(Saved entries)
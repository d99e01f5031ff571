package raster

import (
	"fmt"
	"os"
	"path/filepath"
	"strings"
	"testing"

	"github.com/airbusgeo/godal"

	"bandfold/tiles"
)

// TestReadWidensStoredTypes checks that a full-resolution read, which takes
// integer and Float32 bands in their stored type and widens them in Go,
// gives exactly the float64 values GDAL's own conversion gives (the
// reference: godal reading each band into a []float64), for every type
// handled, the extremes of each type included, in a stack whose selected
// bands form several runs of two files and a window off the origin.
func TestReadWidensStoredTypes(t *testing.T) {
	for _, c := range []struct {
		dtype  godal.DataType
		lo, hi float64
	}{
		{godal.Byte, 0, 255},
		{godal.Int16, -32768, 32767},
		{godal.UInt16, 0, 65535},
		{godal.Int32, -2147483648, 2147483647},
		{godal.UInt32, 0, 4294967295},
		{godal.Float32, -3.4e38, 1.1},
		{godal.Float64, -1e300, 0.1},
	} {
		t.Run(c.dtype.String(), func(t *testing.T) {
			dir := t.TempDir()
			a := defaultRaster()
			a.dtype = c.dtype
			a.values = func(x, y, b int) float64 {
				switch (x + 3*y + b) % 5 {
				case 0:
					return c.lo
				case 1:
					return c.hi
				}
				return float64((x*7 + y*13 + b) % 100)
			}
			b := defaultRaster()
			b.bands, b.dtype = 2, godal.Float64
			b.values = func(x, y, bb int) float64 { return -float64(1000*bb + 37*y + x) }
			pa, pb := a.write(t, filepath.Join(dir, "a.tif")), b.write(t, filepath.Join(dir, "b.tif"))
			// a alone is one run of every band; stacked (a:1 a:2 a:3 b:1
			// b:2, bands 5, 1, 2, 4 selected) the runs are b:2 | a:1 a:2 |
			// b:1.
			for _, paths := range [][]string{{pa}, {pa, pb}} {
				var opts []Option
				if len(paths) == 2 {
					opts = append(opts, SelectBands([]int{5, 1, 2, 4}))
				}
				s, err := Open(paths, opts...)
				if err != nil {
					t.Fatal(err)
				}
				defer s.Close()
				tl := tiles.Tile{X: 3, Y: 2, W: 30, H: 19}
				got := readWindow(t, s, tl)
				for k, band := range s.Bands {
					want := gdalBand(t, band.Path, band.Index, tl)
					for i, v := range want {
						if g := got[i*s.Len()+k]; g != v {
							t.Fatalf("%d files, band %s pixel %d: read %v, GDAL %v", len(paths), band.Name, i, g, v)
						}
					}
				}
			}
		})
	}
}

// readWindow reads window t of s through a Reader.
func readWindow(t *testing.T, s *Stack, tl tiles.Tile) []float64 {
	t.Helper()
	r, err := s.NewReader()
	if err != nil {
		t.Fatal(err)
	}
	defer r.Close()
	dst := make([]float64, tl.Pixels()*s.Len())
	if _, err := r.Read(tl, dst, make([]bool, tl.Pixels())); err != nil {
		t.Fatal(err)
	}
	return dst
}

// gdalBand reads window t of band index (1-based) of path as float64 with
// godal alone.
func gdalBand(t *testing.T, path string, index int, tl tiles.Tile) []float64 {
	t.Helper()
	ds, err := godal.Open(path)
	if err != nil {
		t.Fatal(err)
	}
	defer ds.Close()
	buf := make([]float64, tl.Pixels())
	if err := ds.Bands()[index-1].Read(tl.X, tl.Y, buf, tl.W, tl.H); err != nil {
		t.Fatal(fmt.Errorf("read %s: %w", path, err))
	}
	return buf
}

// TestReadTruncated (issue 24, item 10): reading a GeoTIFF cut short fails
// with one line naming the file and saying it is damaged or truncated, not
// GDAL's bare "unknown cpl error 3" nor libtiff's own complaint. Known by
// construction: the file loses the last part of its data, striped and
// uncompressed, or tiled and DEFLATE-compressed.
func TestReadTruncated(t *testing.T) {
	for _, tc := range []struct {
		name    string
		options []string // gdal_translate creation options; nil keeps the striped file
		keep    float64  // the share of the file kept
	}{
		{"striped", nil, 0.5},
		{"tiled deflate", []string{"-co", "TILED=YES", "-co", "BLOCKXSIZE=64", "-co", "BLOCKYSIZE=64", "-co", "COMPRESS=DEFLATE"}, 0.7},
	} {
		t.Run(tc.name, func(t *testing.T) {
			dir := t.TempDir()
			path := filepath.Join(dir, "cut.tif")
			r := defaultRaster()
			r.w, r.h = 300, 200
			r.write(t, path)
			if tc.options != nil {
				translated := filepath.Join(dir, "tiled.tif")
				src, err := godal.Open(path)
				if err != nil {
					t.Fatal(err)
				}
				dst, err := src.Translate(translated, tc.options, godal.GTiff)
				src.Close()
				if err != nil {
					t.Fatal(err)
				}
				dst.Close()
				path = translated
			}
			fi, err := os.Stat(path)
			if err != nil {
				t.Fatal(err)
			}
			if err := os.Truncate(path, int64(float64(fi.Size())*tc.keep)); err != nil {
				t.Fatal(err)
			}
			err = readAllOf(path, r)
			if err == nil || !strings.Contains(err.Error(), path) || !strings.Contains(err.Error(), "damaged or truncated") ||
				strings.Contains(err.Error(), "cpl error") || strings.Contains(err.Error(), "TIFF") || strings.Contains(err.Error(), "expected") || strings.Contains(err.Error(), "\n") {
				t.Errorf("read of a truncated file: %v", err)
			}
		})
	}
}

// readAllOf reads the whole of the test raster r written at path.
func readAllOf(path string, r testRaster) error {
	s, err := Open([]string{path})
	if err != nil {
		return err
	}
	defer s.Close()
	rd, err := s.NewReader()
	if err != nil {
		return err
	}
	defer rd.Close()
	_, err = rd.Read(tiles.Tile{W: r.w, H: r.h}, make([]float64, r.w*r.h*r.bands), make([]bool, r.w*r.h))
	return err
}
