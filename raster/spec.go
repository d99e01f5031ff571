package raster

import (
	"errors"
	"fmt"
	"math"
	"slices"
	"strconv"
	"strings"
)

// ErrBadSpec marks a malformed band list or nodata list given by the user.
var ErrBadSpec = errors.New("bad specification")

// maxBandNumber bounds band numbers and range sizes in a selection, far
// above any real sensor, so that a typo cannot ask for billions of bands.
const maxBandNumber = 100000

// ParseBands parses a 1-based band selection such as "1-5,7" into band
// numbers in the order given. Ranges run upwards ("3-1" is an error) and a
// band may not be selected twice. An empty string selects nothing (nil),
// which callers take as "all bands".
func ParseBands(spec string) ([]int, error) {
	spec = strings.TrimSpace(spec)
	if spec == "" {
		return nil, nil
	}
	var out []int
	seen := map[int]bool{}
	for _, part := range strings.Split(spec, ",") {
		part = strings.TrimSpace(part)
		if part == "" {
			return nil, specErr(ErrBadSpec, "bands %q: an empty item between commas", spec)
		}
		if strings.HasPrefix(part, "-") {
			return nil, specErr(ErrBadSpec, "bands %q: %s is not a band number (bands count from 1)", spec, part)
		}
		lo, hi, isRange := strings.Cut(part, "-")
		a, err := parseBandNumber(lo)
		if err != nil {
			return nil, fmt.Errorf("bands %q: %w", spec, err)
		}
		b := a
		if isRange {
			if b, err = parseBandNumber(hi); err != nil {
				return nil, fmt.Errorf("bands %q: %w", spec, err)
			}
			if b < a {
				return nil, specErr(ErrBadSpec, "bands %q: range %s runs backwards", spec, part)
			}
		}
		for n := a; n <= b; n++ {
			if seen[n] {
				return nil, specErr(ErrBadSpec, "bands %q: band %d selected twice", spec, n)
			}
			seen[n] = true
			out = append(out, n)
		}
	}
	return out, nil
}

func parseBandNumber(s string) (int, error) {
	s = strings.TrimSpace(s)
	n, err := strconv.Atoi(s)
	if err != nil {
		return 0, specErr(ErrBadSpec, "%q is not a band number", s)
	}
	if n < 1 || n > maxBandNumber {
		return 0, specErr(ErrBadSpec, "band %d out of range (bands count from 1)", n)
	}
	return n, nil
}

// ParseNoData parses "--nodata": one value for all bands or a comma list with
// one value per band. "nan" (in any case, with or without a sign) gives NaN,
// for float bands whose nodata is NaN; infinities are refused.
func ParseNoData(spec string) ([]float64, error) {
	spec = strings.TrimSpace(spec)
	if spec == "" {
		return nil, nil
	}
	var out []float64
	for _, part := range strings.Split(spec, ",") {
		part = strings.TrimSpace(part)
		v, err := parseNoDataValue(part)
		if err != nil {
			return nil, specErr(ErrBadSpec, "nodata %q: %q is not a number", spec, part)
		}
		out = append(out, v)
	}
	return out, nil
}

func parseNoDataValue(s string) (float64, error) {
	if strings.EqualFold(strings.TrimLeft(s, "+-"), "nan") && len(s) <= 4 {
		return math.NaN(), nil
	}
	v, err := strconv.ParseFloat(s, 64)
	if err != nil || math.IsInf(v, 0) || math.IsNaN(v) {
		return 0, ErrBadSpec
	}
	return v, nil
}

// resamplings are the gdalwarp -r names accepted for warping a stack onto
// one grid.
var resamplings = []string{"nearest", "bilinear", "cubic", "cubicspline", "lanczos", "average", "mode"}

// ParseResampling checks a resampling name for AlignStack and AlignMasks:
// one of nearest, bilinear, cubic, cubicspline, lanczos, average, mode (any
// case; gdalwarp's "near" is taken as nearest). It returns the name in lower
// case.
func ParseResampling(s string) (string, error) {
	name := strings.ToLower(strings.TrimSpace(s))
	if name == "near" {
		name = "nearest"
	}
	if !slices.Contains(resamplings, name) {
		return "", specErr(ErrBadSpec, "resampling %q: want one of %s", s, strings.Join(resamplings, ", "))
	}
	return name, nil
}

// Calibrations of Calibrate.
const (
	CalibrateScale       = "scale"
	CalibrateTOA         = "toa"
	CalibrateReflectance = "reflectance"
)

// Calibrations lists the calibration modes, in the order help texts give
// them.
var Calibrations = []string{CalibrateScale, CalibrateTOA, CalibrateReflectance}

// ParseCalibration checks a calibration mode for Calibrate: "scale", "toa"
// or "reflectance" (any case). It returns the name in lower case.
func ParseCalibration(s string) (string, error) {
	name := strings.ToLower(strings.TrimSpace(s))
	if !slices.Contains(Calibrations, name) {
		return "", specErr(ErrBadSpec, "calibration %q: want %s", s, strings.Join(Calibrations, ", "))
	}
	return name, nil
}

// specError is a refused specification: its message says what is wrong,
// and it matches its sentinel (ErrBadSpec or ErrBandRange) with errors.Is
// without repeating the sentinel's text.
type specError struct {
	msg  string
	kind error
}

func (e *specError) Error() string { return e.msg }
func (e *specError) Unwrap() error { return e.kind }

// specErr returns a specError of kind with a formatted message.
func specErr(kind error, format string, args ...any) error {
	return &specError{fmt.Sprintf(format, args...), kind}
}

▸ **What to produce**:
Write out exactly those lines running from the line with "return v, nil" to the end of the data above, the first and last included.

▸ **Response area**:
	return v, nil
}

// resamplings are the gdalwarp -r names accepted for warping a stack onto
// one grid.
var resamplings = []string{"nearest", "bilinear", "cubic", "cubicspline", "lanczos", "average", "mode"}

// ParseResampling checks a resampling name for AlignStack and AlignMasks:
// one of nearest, bilinear, cubic, cubicspline, lanczos, average, mode (any
// case; gdalwarp's "near" is taken as nearest). It returns the name in lower
// case.
func ParseResampling(s string) (string, error) {
	name := strings.ToLower(strings.TrimSpace(s))
	if name == "near" {
		name = "nearest"
	}
	if !slices.Contains(resamplings, name) {
		return "", specErr(ErrBadSpec, "resampling %q: want one of %s", s, strings.Join(resamplings, ", "))
	}
	return name, nil
}

// Calibrations of Calibrate.
const (
	CalibrateScale       = "scale"
	CalibrateTOA         = "toa"
	CalibrateReflectance = "reflectance"
)

// Calibrations lists the calibration modes, in the order help texts give
// them.
var Calibrations = []string{CalibrateScale, CalibrateTOA, CalibrateReflectance}

// ParseCalibration checks a calibration mode for Calibrate: "scale", "toa"
// or "reflectance" (any case). It returns the name in lower case.
func ParseCalibration(s string) (string, error) {
	name := strings.ToLower(strings.TrimSpace(s))
	if !slices.Contains(Calibrations, name) {
		return "", specErr(ErrBadSpec, "calibration %q: want %s", s, strings.Join(Calibrations, ", "))
	}
	return name, nil
}

// specError is a refused specification: its message says what is wrong,
// and it matches its sentinel (ErrBadSpec or ErrBandRange) with errors.Is
// without repeating the sentinel's text.
type specError struct {
	msg  string
	kind error
}

func (e *specError) Error() string { return e.msg }
func (e *specError) Unwrap() error { return e.kind }

// specErr returns a specError of kind with a formatted message.
func specErr(kind error, format string, args ...any) error {
	return &specError{fmt.Sprintf(format, args...), kind}
}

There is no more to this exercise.